▶ ACTIVITY: Which lines come from the start of the records through the line that holds "band 0 out of"? Write them out word for word.

▶ DATA TO USE:
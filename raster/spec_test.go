package raster

import (
	"errors"
	"math"
	"slices"
	"strings"
	"testing"
)

func TestParseBands(t *testing.T) {
	tests := []struct {
		spec string
		want []int
		err  string
	}{
		{"", nil, ""},
		{"3", []int{3}, ""},
		{"1-5,7", []int{1, 2, 3, 4, 5, 7}, ""},
		{" 7 , 2-3 ", []int{7, 2, 3}, ""},
		{"4-4", []int{4}, ""},
		{"0", nil, `bands "0": band 0 out of range (bands count from 1)`},
		{"5-3", nil, `bands "5-3": range 5-3 runs backwards`},
		{"1,1", nil, `bands "1,1": band 1 selected twice`},
		{"1-3,2", nil, `bands "1-3,2": band 2 selected twice`},
		{"a", nil, `bands "a": "a" is not a band number`},
		{"1,", nil, `bands "1,": an empty item between commas`},
		{"-2", nil, `bands "-2": -2 is not a band number (bands count from 1)`},
		{"1-2-3", nil, `bands "1-2-3": "2-3" is not a band number`},
		{"1-999999999", nil, `bands "1-999999999": band 999999999 out of range (bands count from 1)`},
	}
	for _, tc := range tests {
		got, err := ParseBands(tc.spec)
		if tc.err != "" {
			if err == nil || err.Error() != tc.err || !errors.Is(err, ErrBadSpec) {
				t.Errorf("ParseBands(%q) error = %v, want %s", tc.spec, err, tc.err)
			}
			continue
		}
		if err != nil || !slices.Equal(got, tc.want) {
			t.Errorf("ParseBands(%q) = %v, %v; want %v", tc.spec, got, err, tc.want)
		}
	}
}

func FuzzParseBands(f *testing.F) {
	for _, s := range []string{"1-5,7", "3", "", "2-1", "1,,2", "99999-100000"} {
		f.Add(s)
	}
	f.Fuzz(func(t *testing.T, spec string) {
		got, err := ParseBands(spec)
		if err != nil {
			return
		}
		seen := map[int]bool{}
		for _, b := range got {
			if b < 1 || b > maxBandNumber || seen[b] {
				t.Fatalf("ParseBands(%q) gave bad or repeated band %d", spec, b)
			}
			seen[b] = true
		}
	})
}

func TestParseNoData(t *testing.T) {
	got, err := ParseNoData("0, -9999,nan")
	if err != nil || len(got) != 3 || got[0] != 0 || got[1] != -9999 || !math.IsNaN(got[2]) {
		t.Fatalf("got %v, %v", got, err)
	}
	for _, bad := range []string{"x", "1,,2", "inf"} {
		if _, err := ParseNoData(bad); !errors.Is(err, ErrBadSpec) {
			t.Errorf("ParseNoData(%q) = %v, want ErrBadSpec", bad, err)
		}
	}
}

func TestParseNoDataNaN(t *testing.T) {
	// Known by construction: every spelling of NaN gives NaN, in lists too.
	for _, spec := range []string{"nan", "NaN", "NAN", "-nan", "+NaN"} {
		got, err := ParseNoData(spec)
		if err != nil || len(got) != 1 || !math.IsNaN(got[0]) {
			t.Errorf("ParseNoData(%q) = %v, %v; want [NaN]", spec, got, err)
		}
	}
	got, err := ParseNoData("NaN, 0 ,nan")
	if err != nil || len(got) != 3 || !math.IsNaN(got[0]) || got[1] != 0 || !math.IsNaN(got[2]) {
		t.Errorf("ParseNoData(\"NaN, 0 ,nan\") = %v, %v", got, err)
	}
	for _, bad := range []string{"nann", "--nan", "+-nan", "-inf", "Infinity", "1e999"} {
		if _, err := ParseNoData(bad); !errors.Is(err, ErrBadSpec) {
			t.Errorf("ParseNoData(%q) = %v, want ErrBadSpec", bad, err)
		}
	}
}

func FuzzParseNoData(f *testing.F) {
	for _, s := range []string{"0", "-9999,nan", "NaN", " 1 , 2 ", "inf", "1,,2", "-nan,+NaN", "0x1p-2"} {
		f.Add(s)
	}
	f.Fuzz(func(t *testing.T, spec string) {
		got, err := ParseNoData(spec)
		if err != nil {
			if !errors.Is(err, ErrBadSpec) {
				t.Fatalf("ParseNoData(%q) error %v does not wrap ErrBadSpec", spec, err)
			}
			return
		}
		if strings.TrimSpace(spec) == "" {
			if got != nil {
				t.Fatalf("ParseNoData(%q) = %v, want nil", spec, got)
			}
			return
		}
		if len(got) != strings.Count(spec, ",")+1 {
			t.Fatalf("ParseNoData(%q) gave %d values for %d parts", spec, len(got), strings.Count(spec, ",")+1)
		}
		for _, v := range got {
			if math.IsInf(v, 0) {
				t.Fatalf("ParseNoData(%q) gave an infinity", spec)
			}
		}
	})
}

func TestParseResampling(t *testing.T) {
	for in, want := range map[string]string{"nearest": "nearest", "near": "nearest", " Average ": "average",
		"bilinear": "bilinear", "cubic": "cubic", "cubicspline": "cubicspline", "lanczos": "lanczos", "MODE": "mode"} {
		if got, err := ParseResampling(in); err != nil || got != want {
			t.Errorf("ParseResampling(%q) = %q, %v; want %q", in, got, err, want)
		}
	}
	for _, bad := range []string{"", "wobbly", "max", "rms"} {
		if _, err := ParseResampling(bad); !errors.Is(err, ErrBadSpec) || !strings.Contains(err.Error(), "nearest, bilinear") {
			t.Errorf("ParseResampling(%q) = %v, want ErrBadSpec listing the names", bad, err)
		}
	}
}

func TestParseCalibration(t *testing.T) {
	for in, want := range map[string]string{"scale": CalibrateScale, "TOA": CalibrateTOA, " toa ": CalibrateTOA} {
		if got, err := ParseCalibration(in); err != nil || got != want {
			t.Errorf("ParseCalibration(%q) = %q, %v; want %q", in, got, err, want)
		}
	}
	if _, err := ParseCalibration("radiance"); !errors.Is(err, ErrBadSpec) {
		t.Errorf("ParseCalibration(radiance) = %v, want ErrBadSpec", err)
	}
}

▶ EXERCISE OUTPUT:
filename raster/spec_test.go
package raster

import (
	"errors"
	"math"
	"slices"
	"strings"
	"testing"
)

func TestParseBands(t *testing.T) {
	tests := []struct {
		spec string
		want []int
		err  string
	}{
		{"", nil, ""},
		{"3", []int{3}, ""},
		{"1-5,7", []int{1, 2, 3, 4, 5, 7}, ""},
		{" 7 , 2-3 ", []int{7, 2, 3}, ""},
		{"4-4", []int{4}, ""},
		{"0", nil, `bands "0": band 0 out of range (bands count from 1)`},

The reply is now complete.